The broker also expects these two stocks to boast the best balance sheets in the sector next year.

Meantime, JP Morgan’s large commodity Overweight is focused on energy as a hedge for rising inflation. JP Morgan's outlook is also based on the broker’s expectations of a commodity up-cycle driven by the post-pandemic recovery.

The broker has Overweight ratings on eight of the ten energy stocks in its coverage.

Given Oil Search is the most fundamentally levered to oil price, relative to its peers, Citi’s 2021-23 earnings forecasts have risen 8%, 34%, 12% respectively on upgraded commodity prices.

Citi has highlighted three key production numbers to pay attention to during this quarterly reporting season. The first of these is Senex, which may report its first quarter-on-quarter production decline since 2019.

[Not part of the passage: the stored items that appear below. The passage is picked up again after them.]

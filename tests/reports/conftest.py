"""A small hand-built survey for report tests: every number in it is known in advance.

The envelope thermogram is a flat 18.0 °C field (apparent) with a 6 × 6 pixel patch at
12.0 °C; mark A is a point in the patch, B a rectangle on the sound wall and A's reference.
"""

import datetime

import numpy as np
import pytest

from survey.models import Asset, Finding, HeatLossEstimate, Survey
from tests.factories import make_thermogram

SOUND_C, COLD_C = 18.0, 12.0
EMISSIVITY, REFLECTED_C = 0.93, 19.0


def envelope_field() -> np.ndarray:
    field = np.full((30, 40), SOUND_C, dtype=np.float32)
    field[10:16, 5:11] = COLD_C
    return field


@pytest.fixture
def report_survey(envelope_survey, thermographer, reviewer) -> Survey:
    return build_report_survey(envelope_survey, thermographer, reviewer)


def build_report_survey(envelope_survey: Survey, thermographer, reviewer) -> Survey:
    """Mark, finding and heat-loss estimate of the hand-built report survey."""
    from survey.services.marks import mark_add

    envelope_survey.reviewer = reviewer
    envelope_survey.instrument = "Invented LW-320 camera, serial 0001"
    envelope_survey.save()
    thermographer.qualification = "Thermography certificate, level 2"
    thermographer.save()
    thermogram = make_thermogram(
        envelope_survey,
        envelope_field(),
        title="North wall, bedroom 2",
        emissivity=EMISSIVITY,
        reflected_c=REFLECTED_C,
        created_by=thermographer.user,
    )
    sound = mark_add(thermogram=thermogram, kind="rectangle", points=[[20, 5], [35, 25]], user=None)
    cold = mark_add(
        thermogram=thermogram,
        kind="point",
        points=[[7, 12]],
        user=None,
        reference_kind="mark",
        reference_mark=sound,
    )
    finding = Finding.objects.create(
        organization=envelope_survey.organization,
        survey=envelope_survey,
        thermogram=thermogram,
        category="missing_insulation",
        location="Corner above the window",
        description="Cold patch at the wall-ceiling junction.",
        level=2,
        recommendation="Open up the corner and refit the insulation.",
    )
    finding.marks.set([cold])
    HeatLossEstimate.objects.create(
        organization=envelope_survey.organization,
        survey=envelope_survey,
        label="Cold corner",
        inputs={"area_m2": 0.5, "t_surface_c": 12.0, "t_air_c": 20.0},
        results={"total_w_m2": 40.0, "watts": 20.0, "kwh_per_year": 100.0},
    )
    return envelope_survey


@pytest.fixture
def electrical_report_survey(electrical_survey, thermographer) -> Survey:
    asset = Asset.objects.create(
        organization=electrical_survey.organization,
        site=electrical_survey.site,
        name="Main switchboard MSB-1",
        kind=Asset.Kind.PANEL,
    )
    thermogram = make_thermogram(
        electrical_survey, asset=asset, title="MSB-1 incomer", created_by=thermographer.user
    )
    Finding.objects.create(
        organization=electrical_survey.organization,
        survey=electrical_survey,
        thermogram=thermogram,
        asset=asset,
        category="connection",
        location="Incomer, phase L2 lug",
        level=1,
        rise_c=20.0,
        recommendation="De-energize and re-terminate the L2 lug.",
    )
    return electrical_survey


def kind_survey(org, site, thermographer, kind: str) -> Survey:
    return Survey.objects.create(
        organization=org,
        site=site,
        kind=kind,
        date=datetime.date(2026, 2, 1),
        thermographer=thermographer,
    )


@pytest.fixture
def draft_version(report_survey, thermographer, django_capture_on_commit_callbacks):
    from reports.services import report_create, report_request_draft

    report = report_create(survey=report_survey, user=thermographer.user)
    with django_capture_on_commit_callbacks(execute=True):
        version = report_request_draft(report=report, user=thermographer.user)
    version.refresh_from_db()
    return version


@pytest.fixture
def issued_version(report_survey, reviewer, django_capture_on_commit_callbacks):
    from reports.services import report_create, report_issue

    report = report_create(survey=report_survey, user=reviewer.user)
    with django_capture_on_commit_callbacks(execute=True):
        version = report_issue(report=report, user=reviewer.user)
    version.refresh_from_db()
    return version
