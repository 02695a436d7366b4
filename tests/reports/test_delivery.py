"""Delivering a report: a confirmed issue by an independent reviewer, the link e-mailed to the
client through a real SMTP server on loopback, the client's share page and acknowledgements.
"""

import datetime
import re

import pytest
from django.core.exceptions import ValidationError
from django.urls import reverse

from reports import services
from reports.models import ReportVersion, ShareLink
from survey.models import Acknowledgement, AuditEvent, Finding
from tests.reports.helpers import flat, pdf_text
from tests.smtp_server import smtp_server


def body(response) -> str:
    return response.content.decode()


@pytest.fixture
def share_link(issued_version, reviewer):
    return services.share_link_create(version=issued_version, user=reviewer.user)


# --- issuing ---------------------------------------------------------------------------------


def test_issuing_asks_for_confirmation_first(reviewer_client, report_survey, reviewer):
    report = services.report_create(survey=report_survey, user=reviewer.user)
    url = reverse("reports:issue", args=[report.pk])
    page = reviewer_client.get(url)
    assert page.status_code == 200 and "Issue the report" in body(page)
    # Sent from the report page without the tick: the confirmation page, nothing queued.
    response = reviewer_client.post(url, {"change_note": ""})
    assert response.status_code == 200 and "Yes, issue this version" in body(response)
    assert not report.versions.exists()
    reviewer_client.post(url, {"change_note": "", "confirm": "on"})
    assert report.versions.get().is_draft is False


def test_the_surveys_own_thermographer_may_not_issue_it(
    client, report_survey, reviewer, django_capture_on_commit_callbacks
):
    """By default a reviewer who was the survey's thermographer is refused, with the reason."""
    report_survey.thermographer = reviewer
    report_survey.save()
    report = services.report_create(survey=report_survey, user=reviewer.user)
    with pytest.raises(ValidationError, match="another reviewer must issue"):
        services.report_issue(report=report, user=reviewer.user)
    client.force_login(reviewer.user)
    page = body(client.get(reverse("reports:issue", args=[report.pk])))
    assert "another reviewer must issue" in page and "Issue the report" not in page
    response = client.post(
        reverse("reports:issue", args=[report.pk]), {"confirm": "on"}, follow=True
    )
    assert "another reviewer must issue" in body(response)
    assert not report.versions.exists()


def test_a_one_person_firm_may_self_review_and_the_report_says_so(
    report_survey, reviewer, django_capture_on_commit_callbacks
):
    """With the organization setting, the issue goes through and the PDF says it."""
    report_survey.thermographer = reviewer
    report_survey.save()
    report_survey.organization.allow_self_review = True
    report_survey.organization.save()
    report = services.report_create(survey=report_survey, user=reviewer.user)
    with django_capture_on_commit_callbacks(execute=True):
        version = services.report_issue(report=report, user=reviewer.user)
    version.refresh_from_db()
    assert version.is_issued and version.independently_reviewed is False
    with version.pdf.open("rb") as handle:
        text = flat(pdf_text(handle.read()))
    assert "Not independently reviewed" in text
    event = AuditEvent.objects.get(action="report.issue")
    assert event.detail["independently_reviewed"] is False


def test_an_independent_report_does_not_say_it(issued_version):
    with issued_version.pdf.open("rb") as handle:
        text = flat(pdf_text(handle.read()))
    assert issued_version.independently_reviewed is True
    assert "independently reviewed" not in text


def test_the_report_is_in_fahrenheit_when_the_issuer_works_in_fahrenheit(
    report_survey, reviewer, django_capture_on_commit_callbacks
):
    """Conditions, readings and differences in °F and Δ°F; the data digest stays in °C."""
    reviewer.temperature_unit = "F"
    reviewer.speed_unit = "mph"
    reviewer.save()
    report = services.report_create(survey=report_survey, user=reviewer.user)
    with django_capture_on_commit_callbacks(execute=True):
        version = services.report_issue(report=report, user=reviewer.user)
    version.refresh_from_db()
    assert version.temperature_unit == "F"
    with version.pdf.open("rb") as handle:
        text = flat(pdf_text(handle.read()))
    # 20 °C = 68.0 °F; −5 °C = 23.0 °F; a 25 K difference = 45.0 Δ°F; 2 m/s = 4.5 mph
    # (docs/references.md § Units and inspection intervals).
    assert "Indoor air 68.0 °F" in text
    assert "Outdoor air 23.0 °F" in text
    assert "Inside–outside difference 45.0 Δ°F" in text
    assert "Wind 4.5 mph" in text
    assert "Corrected °F" in text and "ΔT Δ°F" in text
    assert " °C" not in re.sub(r"ε [0-9.]+, reflected", "", text.split("References")[0])


# --- e-mail through a real SMTP server --------------------------------------------------------


def test_it_emails_the_link_to_the_client_through_smtp(
    reviewer_client, reviewer, share_link, settings, monkeypatch
):
    """Django's SMTP backend starts TLS, logs in to the loopback server, delivers the link."""
    client_row = share_link.version.report.survey.site.client
    client_row.email = "facilities@harbour-lane.example"
    client_row.contact_name = "Sam Okafor"
    client_row.save()
    url = reverse("reports:share_email", args=[share_link.pk])
    form = reviewer_client.get(url).context["form"]
    assert form["to"].value() == "facilities@harbour-lane.example"
    assert form["message"].value().startswith("Dear Sam Okafor,")
    with smtp_server("heatmark", "s3cret-relay") as mailbox:
        mailbox.configure(settings, monkeypatch, "heatmark", "s3cret-relay")
        response = reviewer_client.post(
            url, {"to": "facilities@harbour-lane.example", "message": "See you in spring."}
        )
    assert response.status_code == 302
    assert [ok for _mechanism, _login, ok in mailbox.logins] == [True]
    (delivered,) = mailbox.messages
    assert delivered["to"] == ["facilities@harbour-lane.example"] and delivered["tls"]
    message = delivered["message"]
    assert message["Subject"].startswith(
        f"Thermal survey report {share_link.version.report.number}"
    )
    text = message.get_content()
    assert "See you in spring." in text
    assert reverse("reports:share", args=[share_link.token]) in text
    assert share_link.version.sha256 in text
    share_link.refresh_from_db()
    assert share_link.last_sent_to == "facilities@harbour-lane.example"
    assert AuditEvent.objects.filter(action="share_link.email").count() == 1


def test_a_refused_login_sends_nothing_and_says_why(reviewer, share_link, settings, monkeypatch):
    """Wrong SMTP password: the server refuses, the reviewer is told, nothing is recorded."""
    with smtp_server("heatmark", "right") as mailbox:
        mailbox.configure(settings, monkeypatch, "heatmark", "wrong")
        with pytest.raises(ValidationError, match="could not be sent"):
            services.share_link_email(
                link=share_link, user=reviewer.user, to="a@example.org", message="", url="u"
            )
    assert mailbox.messages == []
    assert [ok for _mechanism, _login, ok in mailbox.logins] == [False]
    share_link.refresh_from_db()
    assert share_link.last_sent_to == ""


def _mail_settings(**environment) -> str:
    """EMAIL_BACKEND as settings.py reads it from `environment` (a fresh interpreter)."""
    import os
    import subprocess
    import sys

    env = {k: v for k, v in os.environ.items() if not k.startswith("EMAIL_")}
    env |= {"DJANGO_SETTINGS_MODULE": "survey.settings", **environment}
    code = "from django.conf import settings; print(settings.EMAIL_BACKEND, settings.EMAIL_PORT)"
    run = subprocess.run(
        [sys.executable, "-c", code], env=env, capture_output=True, text=True, timeout=60
    )
    return run.stdout.strip() or run.stderr.strip().splitlines()[-1]


def test_settings_send_by_smtp_only_when_a_host_is_given():
    """The embedded default prints e-mails; EMAIL_HOST switches to SMTP (port 587 default)."""
    assert _mail_settings() == "django.core.mail.backends.console.EmailBackend 587"
    assert _mail_settings(EMAIL_HOST="smtp.example.org", EMAIL_PORT="2525") == (
        "django.core.mail.backends.smtp.EmailBackend 2525"
    )
    refused = _mail_settings(EMAIL_HOST="smtp.example.org", EMAIL_USE_SSL="1")
    assert "not both" in refused


@pytest.mark.parametrize(
    ("to", "expected"), [("not-an-address", "e-mail address"), ("", "e-mail address")]
)
def test_a_bad_address_is_refused(reviewer_client, share_link, to, expected, mailoutbox):
    response = reviewer_client.post(
        reverse("reports:share_email", args=[share_link.pk]), {"to": to, "message": "x"}
    )
    assert response.status_code == 200 and expected in body(response)
    assert mailoutbox == []


def test_a_revoked_link_is_not_sent(reviewer, share_link, mailoutbox):
    services.share_link_revoke(link=share_link, user=reviewer.user)
    with pytest.raises(ValidationError, match="revoked or expired"):
        services.share_link_email(
            link=share_link, user=reviewer.user, to="a@example.org", message="", url="u"
        )
    assert mailoutbox == []


def test_only_reviewers_send_links(thermographer_client, share_link):
    url = reverse("reports:share_email", args=[share_link.pk])
    assert thermographer_client.get(url).status_code == 403


# --- the client's share page ------------------------------------------------------------------


def test_the_share_page_lists_findings_and_never_sends_the_client_to_sign_in(client, share_link):
    page = client.get(reverse("reports:share", args=[share_link.token]))
    # The token is not sent to other sites; same-site forms keep their Origin (CSRF).
    assert page["Referrer-Policy"] == "same-origin"
    html = body(page)
    assert "Corner above the window" in html and "2 act soon" in html and "Open" in html
    brand = re.search(r'<a class="brand" href="([^"]+)"', html)
    assert brand and brand[1] == reverse("reports:share", args=[share_link.token])
    assert reverse("login") not in html
    # Every same-site link on the page opens without signing in.
    for href in set(re.findall(r'href="(/[^"]*)"', html)):
        if href.startswith("/static/"):
            continue
        assert client.get(href).status_code == 200, href


def test_the_client_acknowledges_a_finding_without_an_account(client, share_link, reviewer):
    finding = Finding.objects.get(survey=share_link.version.report.survey)
    url = reverse("reports:share_acknowledge", args=[share_link.token, finding.pk])
    prefix = f"f{finding.pk}-"
    bad = client.post(url, {prefix + "repair_scheduled_for": "", prefix + "note": ""})
    assert bad.status_code == 400 and "scheduled for, or a note" in body(bad)
    assert not Acknowledgement.objects.exists()
    response = client.post(
        url,
        {
            prefix + "repair_scheduled_for": "2026-09-30",
            prefix + "note": "Electrician booked.",
            prefix + "name": "Sam Okafor",
        },
        follow=True,
    )
    assert response.status_code == 200 and "Thank you" in body(response)
    ack = Acknowledgement.objects.get()
    assert (ack.finding, ack.repair_scheduled_for) == (finding, datetime.date(2026, 9, 30))
    assert ack.share_link_id == share_link.pk
    # The firm sees it on the survey page.
    client.force_login(reviewer.user)
    survey_page = body(client.get(reverse("survey:survey", args=[finding.survey_id])))
    assert "Client acknowledgements" in survey_page and "Electrician booked." in survey_page


def test_a_dead_link_or_a_foreign_finding_cannot_be_acknowledged(
    client, share_link, reviewer, org, site
):
    from survey.models import Survey

    other = Survey.objects.create(organization=org, site=site, kind="roof", date="2026-2-2")
    foreign = Finding.objects.create(organization=org, survey=other, category="other")
    url = reverse("reports:share_acknowledge", args=[share_link.token, foreign.pk])
    assert client.post(url, {f"f{foreign.pk}-note": "x"}).status_code == 404
    services.share_link_revoke(link=share_link, user=reviewer.user)
    finding = Finding.objects.get(survey=share_link.version.report.survey)
    url = reverse("reports:share_acknowledge", args=[share_link.token, finding.pk])
    assert client.post(url, {f"f{finding.pk}-note": "x"}).status_code == 404
    assert not Acknowledgement.objects.exists()


def test_findings_made_after_the_issue_are_not_shown(client, share_link, org):
    later = Finding.objects.create(
        organization=org,
        survey=share_link.version.report.survey,
        category="other",
        location="Found after the report was issued",
    )
    html = body(client.get(reverse("reports:share", args=[share_link.token])))
    assert later.location not in html


def test_revoking_asks_first(reviewer_client, share_link):
    url = reverse("reports:share_revoke", args=[share_link.pk])
    assert "Revoke the link" in body(reviewer_client.get(url))
    reviewer_client.post(url, {})
    share_link.refresh_from_db()
    assert share_link.revoked_at is None
    reviewer_client.post(url, {"confirm": "on"})
    share_link.refresh_from_db()
    assert share_link.revoked_at is not None
    assert ShareLink.objects.count() == 1 and ReportVersion.objects.count() == 1


def test_the_report_names_each_marks_load_against_the_assets_rating(
    electrical_survey, reviewer, django_capture_on_commit_callbacks
):
    """A lug measured at 118 A on a 160 A panel reads "118 A of 160 A" in the readings
    table and in its finding."""
    from survey.models import Asset
    from survey.services.marks import mark_add
    from tests.factories import make_thermogram

    asset = Asset.objects.create(
        organization=electrical_survey.organization,
        site=electrical_survey.site,
        name="Panel P-7",
        kind=Asset.Kind.PANEL,
        rating=160.0,
        rating_unit="A",
    )
    thermogram = make_thermogram(electrical_survey, asset=asset, title="P-7 lugs")
    mark = mark_add(
        thermogram=thermogram, kind="point", points=[[100, 40]], user=None, load_current_a=118
    )
    finding = Finding.objects.create(
        organization=electrical_survey.organization,
        survey=electrical_survey,
        thermogram=thermogram,
        category="connection",
        level=2,
    )
    finding.marks.set([mark])
    report = services.report_create(survey=electrical_survey, user=reviewer.user)
    with django_capture_on_commit_callbacks(execute=True):
        version = services.report_issue(report=report, user=reviewer.user)
    version.refresh_from_db()
    with version.pdf.open("rb") as handle:
        text = flat(pdf_text(handle.read()))
    assert text.count("118 A of 160 A") >= 2  # the readings table and the finding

The broker also expects Woodside to surprise on North West Shelf production given earlier concerns about water breakthrough in wells.

Then there’s Beach Energy’s Western Flank production, for which Citi notes the market has severely questioned forecasts following last quarter’s reserves downgrades.

Future investment in question

Morgans believes the re-rating of energy stocks is likely to erode the desire for the investment necessary to avoid future oil market instability. However, from Citi’s perspective, Australian companies look set to grow investment in upstream oil and gas at a much faster rate than their US counterparts.

But with ESG and lengthy payback concerns now heightened, the broker suspects investors may be preferencing companies with lower re-investment rates in the space, and higher returns of capital to shareholders.

Citi concedes there is an element of “lack of control of destiny” concerning the major Australian names. For example, with the likes of Woodside and Oil Search wired to JV partners to execute on growth strategies, the broker believes a pessimistic argument can be mounted for the difficulty of getting these projects off the ground.